As mentioned previously, CMS will phase-in the adoption of the MFN Price as follows over the duration of the Model:
- Performance year 1: 75 percent applicable ASP and 25 percent MFN Price
- Performance year 2: 50 percent applicable ASP and 50 percent MFN Price
- Performance year 3: 25 percent applicable ASP and 75 percent MFN Price
- Performance years 4 through 7: 100 percent MFN Price
What Other Adjustments Can Be Made To the Payment Amount?
The Rule contemplates that two additional adjustments could be made to the MFN Drug Payment Amount: (i) an acceleration of the phase-in approach if a drug's ASP increases at a certain rate; and (ii) the award of an alternative add-on for separately payable doses of applicable MFN Drugs.
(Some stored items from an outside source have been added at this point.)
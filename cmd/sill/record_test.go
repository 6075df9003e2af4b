package main

import (
	"bytes"
	"context"
	"os"
	"path/filepath"
	"strings"
	"testing"
	"time"

	"github.com/sill-tool/sill/internal/decision"
	"github.com/sill-tool/sill/internal/demo"
)

// TestSaveFullDemo saves the demo with everything the file can record
// (yards, shifts, a bootstrap, probabilities, the model and who chose):
// every part is there and the file stays in the tens of kilobytes.
func TestSaveFullDemo(t *testing.T) {
	dir := t.TempDir()
	scoresPath := writeFile(t, dir, "bearings.csv", demo.CSV(demo.DefaultRows, demo.DefaultSeed))
	cutPath := filepath.Join(dir, "cut.yaml")
	args := append([]string{"report", scoresPath, "--save", cutPath, "--segment", "yard", "--bootstrap", "50",
		"--model-name", "bearing-wear", "--model-version", "14", "--chosen-by", "Ines Varga"}, demoAssumptions()...)
	args = append(args, demoShifts...)
	if r := runSill(t, "", args...); r.code != 0 {
		t.Fatalf("exit %d: %s", r.code, r.stderr)
	}
	info, err := os.Stat(cutPath)
	if err != nil {
		t.Fatal(err)
	}
	// "Tens of kilobytes": 10 to 100 kB (21 kB when written).
	if size := info.Size(); size < 10_000 || size > 100_000 {
		t.Errorf("the demo's decision file has %d bytes, want tens of kilobytes", size)
	}
	f, err := decision.ReadFile(cutPath)
	if err != nil {
		t.Fatal(err)
	}
	if f.Model != (decision.Model{Name: "bearing-wear", Version: "14"}) || f.ChosenBy != "Ines Varga" || f.ShiftSchedule == nil ||
		f.Calibration == nil || len(f.Curve) == 0 || len(f.Curve) > decision.MaxCurvePoints || len(f.Candidates) < 4 {
		t.Fatalf("model %+v chosen_by %q schedule %v calibration %v, %d curve points, %d candidates",
			f.Model, f.ChosenBy, f.ShiftSchedule, f.Calibration, len(f.Curve), len(f.Candidates))
	}
	for _, c := range f.Candidates {
		if c.Segments == nil || c.Shifts == nil || (c.Stability == nil && c.Rule != "queue90=90") {
			t.Errorf("%s: segments %v shifts %v stability %v", c.Name, c.Segments, c.Shifts, c.Stability)
		}
	}
}

// TestRecordFlags: the model and who chose go with --save only, on one
// line; explore refuses a line break before it needs a terminal.
func TestRecordFlags(t *testing.T) {
	dir := t.TempDir()
	scoresPath := writeFile(t, dir, "bearings.csv", demo.CSV(500, 3))
	for _, tc := range []struct {
		args []string
		want string
	}{
		{[]string{"report", scoresPath, "--chosen-by", "Ines"}, "go with --save"},
		{[]string{"report", scoresPath, "--save", filepath.Join(dir, "c.yaml"), "--model-name", "a\nb"}, `--model-name "a\nb": a line break`},
		{[]string{"explore", scoresPath, "--chosen-by", "x\ry"}, `--chosen-by "x\ry": a line break`},
	} {
		r := runSill(t, "", tc.args...)
		if r.code != 2 || !strings.Contains(r.stderr, tc.want) {
			t.Errorf("%q: exit %d, stderr %q, want 2 and %q", tc.args, r.code, r.stderr, tc.want)
		}
	}
	if _, err := os.Stat(filepath.Join(dir, "c.yaml")); err == nil {
		t.Error("a refused save wrote the file")
	}
}

// TestReviewSign: --sign appends one sign-off and prints nothing on
// standard output; a bad verdict, a missing name or standard input exits
// 2 and leaves the file as it was; the sign-off shows in every output.
func TestReviewSign(t *testing.T) {
	dir := t.TempDir()
	_, cutPath := savedDemo(t, dir)
	before, _ := os.ReadFile(cutPath)
	for _, tc := range []struct {
		args []string
		want string
	}{
		{[]string{"--sign", "Bo", "--verdict", "maybe"}, `--verdict: unknown verdict "maybe", expected approve, revise or reject`},
		{[]string{"--sign", "Bo", "--verdict", "Approve"}, `unknown verdict "Approve"`},
		{[]string{"--sign", "Bo"}, `unknown verdict ""`},
		{[]string{"--verdict", "approve"}, "go with --sign NAME"},
		{[]string{"--sign", "Bo", "--verdict", "approve", "--format", "text"}, "run --format or --against apart"},
		{[]string{"--sign", "Bo\nB", "--verdict", "approve"}, "a line break"},
	} {
		r := runSill(t, "", append([]string{"review", cutPath}, tc.args...)...)
		if r.code != 2 || !strings.Contains(r.stderr, tc.want) || r.stdout != "" {
			t.Errorf("%q: exit %d, stderr %q, want 2 and %q", tc.args, r.code, r.stderr, tc.want)
		}
	}
	if r := runSill(t, string(before), "review", "-", "--sign", "Bo", "--verdict", "approve"); r.code != 2 || !strings.Contains(r.stderr, "not standard input") {
		t.Errorf("signing standard input: exit %d, %q", r.code, r.stderr)
	}
	if after, _ := os.ReadFile(cutPath); !bytes.Equal(before, after) {
		t.Fatal("a refused sign-off changed the file")
	}
	r := runSill(t, "", "review", cutPath, "--sign", " Ada Quist ", "--role", "operations lead", "--verdict", "revise", "--note", "ask the <night> crew | twice")
	if r.code != 0 || r.stdout != "" || !strings.Contains(r.stderr, "signed "+cutPath+": revise by Ada Quist for the chosen queue=90 (score 0.36); 1 sign-off in the file") {
		t.Fatalf("exit %d, stdout %q, stderr %q", r.code, r.stdout, r.stderr)
	}
	f, err := decision.ReadFile(cutPath)
	if err != nil {
		t.Fatal(err)
	}
	if len(f.SignOffs) != 1 || f.SignOffs[0].Name != "Ada Quist" || f.SignOffs[0].Verdict != decision.Revise || time.Since(f.SignOffs[0].At) > time.Minute {
		t.Fatalf("sign-offs %+v", f.SignOffs)
	}
	text := runSill(t, "", "review", cutPath, "--format", "text").stdout
	markdown := runSill(t, "", "review", cutPath, "--format", "markdown").stdout
	if !strings.Contains(text, "revise   Ada Quist, operations lead: ask the <night> crew | twice") ||
		!strings.Contains(markdown, `revise   Ada Quist, operations lead: ask the \<night> crew \| twice`) {
		t.Errorf("the sign-off is missing from the outputs:\n%s\n%s", text, markdown)
	}
}

// TestReviewAgainst: the change from the cut in production to a proposed
// one, as text and Markdown (golden files), and the errors of --against.
func TestReviewAgainst(t *testing.T) {
	dir := t.TempDir()
	scoresPath, newPath := savedDemo(t, dir)
	oldPath := filepath.Join(dir, "old.yaml")
	args := []string{"report", scoresPath, "--cut", "base", "--cut", "hit=0.8", "--save", oldPath, "--model-name", "bearing-wear",
		"--model-version", "13", "--chosen-by", "Ines Varga", "--volume", "1200", "--capacity", "120", "--cost-false-alert", "120", "--cost-miss", "1200"}
	if r := runSill(t, "", args...); r.code != 0 {
		t.Fatalf("exit %d: %s", r.code, r.stderr)
	}
	old, err := decision.ReadFile(oldPath)
	if err != nil {
		t.Fatal(err)
	}
	old.Created = time.Date(2026, 6, 2, 9, 0, 0, 0, time.UTC)
	old.ToolVersion = "sill 1.1.0"
	old.Data.Path = "bearings-june.csv"
	s, _ := old.NewSignOff("Tomas Reiner", "operations lead", decision.Approve, "", time.Date(2026, 6, 3, 10, 0, 0, 0, time.UTC))
	old.SignOffs = append(old.SignOffs, s)
	if _, err := decision.Write(context.Background(), oldPath, old, decision.WriteOptions{}); err != nil {
		t.Fatal(err)
	}
	for _, format := range []string{"text", "markdown"} {
		r := runSill(t, "", "review", newPath, "--against", oldPath, "--format", format)
		if r.code != 0 || r.stderr != "" {
			t.Fatalf("%s: exit %d, %s", format, r.code, r.stderr)
		}
		got := strings.NewReplacer(newPath, "cut.yaml", oldPath, "old.yaml").Replace(r.stdout)
		checkGolden(t, "against-"+format, got)
	}
	// Each file's queue stands against its own capacity (120 in
	// production, 90 proposed) on the page as in the text above.
	page := runSill(t, "", "review", newPath, "--against", oldPath, "--format", "html")
	for _, want := range []string{"against its own capacity", "33.4 under 120", "0.2 under 90"} {
		if page.code != 0 || !strings.Contains(page.stdout, want) {
			t.Errorf("html: exit %d, no %q on the page", page.code, want)
		}
	}
	r := runSill(t, "", "review", newPath, "--against", filepath.Join(dir, "none.yaml"))
	if r.code != 2 || !strings.Contains(r.stderr, "--against: read decision file") {
		t.Errorf("missing --against file: exit %d, %q", r.code, r.stderr)
	}
}

// TestV1FileReadsEverywhere: a sill-cut/1 file as an earlier build saved
// it reads in review (text and Markdown) and check, and a sign-off
// upgrades it to sill-cut/2.
func TestV1FileReadsEverywhere(t *testing.T) {
	dir := t.TempDir()
	v1, err := os.ReadFile(filepath.Join("..", "..", "internal", "decision", "testdata", "v1", "demo.yaml"))
	if err != nil {
		t.Fatal(err)
	}
	cutPath := writeFile(t, dir, "cut.yaml", v1)
	scoresPath := writeFile(t, dir, "bearings.csv", demo.CSV(demo.DefaultRows, demo.DefaultSeed))
	for _, args := range [][]string{{"review", cutPath}, {"review", cutPath, "--format", "markdown"}, {"check", cutPath, scoresPath}} {
		if r := runSill(t, "", args...); r.code != 0 || !strings.Contains(r.stdout, "queue=90") {
			t.Errorf("%q: exit %d, %s", args, r.code, r.stderr)
		}
	}
	if r := runSill(t, "", "review", cutPath, "--sign", "Ada Quist", "--verdict", "approve"); r.code != 0 {
		t.Fatalf("sign: exit %d, %s", r.code, r.stderr)
	}
	f, err := decision.ReadFile(cutPath)
	if err != nil || f.Upgraded() || len(f.SignOffs) != 1 {
		t.Fatalf("after signing: %v, upgraded %v, %d sign-offs", err, f.Upgraded(), len(f.SignOffs))
	}
}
First, CMS will accelerate the phase-in of the MFN Price (meaning that a greater proportion of the total reimbursement will be comprised of the internationally benchmarked amount, rather than standard ASP) by 5 percentage points if: (a) there is a greater cumulative percentage increase in either the applicable ASP or any of the monthly U.S. list prices for the NDCs assigned to the MFN Model drug's HCPCS code compared to the cumulative percentage increase in the CPI-U and (b) there is a greater cumulative percentage increase in either the applicable ASP or any of the monthly U.S. list prices for the NDCs assigned to the MFN Model drug's HCPCS code compared to the cumulative percentage increase in the MFN Price.
However, CMS also may award an "alternative add-on payment amount for a separately payable dose of an MFN Model drug furnished to an MFN beneficiary by an MFN participant on a given date of service within a calendar quarter." The add-on is intended to represent a flat amount per dose that will be the same for each model drug. Notably, beneficiaries will have no cost-sharing amount owed on the add-on amount.
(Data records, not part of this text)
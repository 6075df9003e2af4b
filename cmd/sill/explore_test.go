package main

import (
	"strings"
	"testing"
)

// TestExploreWithoutTerminal: the tests run without a terminal, so explore
// refuses with a way forward instead of drawing into a pipe, and standard
// input cannot be both the scores and the keys.
func TestExploreWithoutTerminal(t *testing.T) {
	path := writeFile(t, t.TempDir(), "scores.csv", []byte("score,label\n0.9,1\n0.2,0\n"))
	cases := []struct {
		args []string
		want string
	}{
		{[]string{"explore", path}, "sill report " + path},
		{[]string{"explore", "-"}, "cannot read scores from standard input"},
		{[]string{"explore"}, "accepts 1 arg"},
		{[]string{"explore", path, "--volume", "x"}, "invalid argument"},
	}
	for _, tc := range cases {
		r := runSill(t, "", tc.args...)
		if r.code != 2 || !strings.Contains(r.stderr, tc.want) {
			t.Errorf("sill %s: status %d, stderr %q; want 2 and %q", strings.Join(tc.args, " "), r.code, r.stderr, tc.want)
		}
		if r.stdout != "" {
			t.Errorf("sill %s wrote to stdout: %q", strings.Join(tc.args, " "), r.stdout)
		}
	}
}
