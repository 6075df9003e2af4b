package main

import (
	"path/filepath"
	"strings"
	"testing"

	"github.com/sill-tool/sill/internal/format"
)

// TestErrorsShowUntrustedTextSafely: an error that quotes a file name or
// a cell holding terminal controls is printed with them written out, and
// the report's text names the file the same way.
func TestErrorsShowUntrustedTextSafely(t *testing.T) {
	h := format.Hostile
	dir := t.TempDir()
	for name, args := range map[string][]string{
		"missing file": {"report", filepath.Join(dir, "no"+h+".csv")},
		"bad cell":     {"report", writeFile(t, dir, "cells.csv", []byte("score,label\n0.5,\""+h+"\"\n0.4,1\n"))},
		"bad column":   {"report", "--score", "s" + h, writeFile(t, dir, "plain.csv", []byte("score,label\n0.5,0\n0.4,1\n"))},
	} {
		r := runSill(t, "", args...)
		if r.code != 2 {
			t.Errorf("%s: exit %d, want 2 (stderr %q)", name, r.code, r.stderr)
		}
		if c, bad := format.Unsafe(r.stderr); bad || !strings.Contains(r.stderr, `\x1b`) {
			t.Errorf("%s: %q raw on stderr, or the escape not shown: %q", name, c, r.stderr)
		}
	}
	path := writeFile(t, dir, "name"+strings.ReplaceAll(h, "\x07", "")+".csv", []byte("score,label\n0.5,0\n0.4,1\n0.9,1\n0.1,0\n"))
	r := runSill(t, "", "report", path)
	if r.code != 0 {
		t.Fatalf("report: exit %d: %s", r.code, r.stderr)
	}
	if c, bad := format.Unsafe(r.stdout); bad || !strings.Contains(r.stdout, `name\x1b]0;title`) {
		t.Errorf("report: %q raw, or the name not shown escaped:\n%s", c, r.stdout)
	}
}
Non-Payment Provisions of Note
While not summarized in full here, industry participants should note additional provisions of the Rule not explicitly tied to the calculation of Part B drug reimbursement, such as:
- The ability for CMS to grant, in its sole discretion, a "financial hardship exemption" to certain providers or suppliers otherwise required to participate in the Model;
- Monitoring and compliance activities which could include audits and even site visits;
- Record retention requirements; and
- Limitation of administrative or judicial review of certain aspects of the Model, including its termination.
Ripe for Legal Challenge
As the Trump Administration noted itself during last week's press release, it expects trade associations and/or stakeholders such as pharmaceutical manufacturers and physician groups to mount a legal challenge to the Rule. The Medicare Prescription Drug, Improvement, and Modernization Act of 2003 established the existing ASP-based reimbursement beginning in 2006. As such, one might argue statutory change was needed to alter the existing Medicare Part B reimbursement scheme and to do so through regulation violates the Administrative Procedures Act. Of course, the Rule is being implemented through the CMMI as a demonstration and CMMI does have broad authority pursuant to the Affordable Care Act to test new healthcare payment and service delivery models. Only time will tell if a court might deem seven years too long of a period for a demonstration.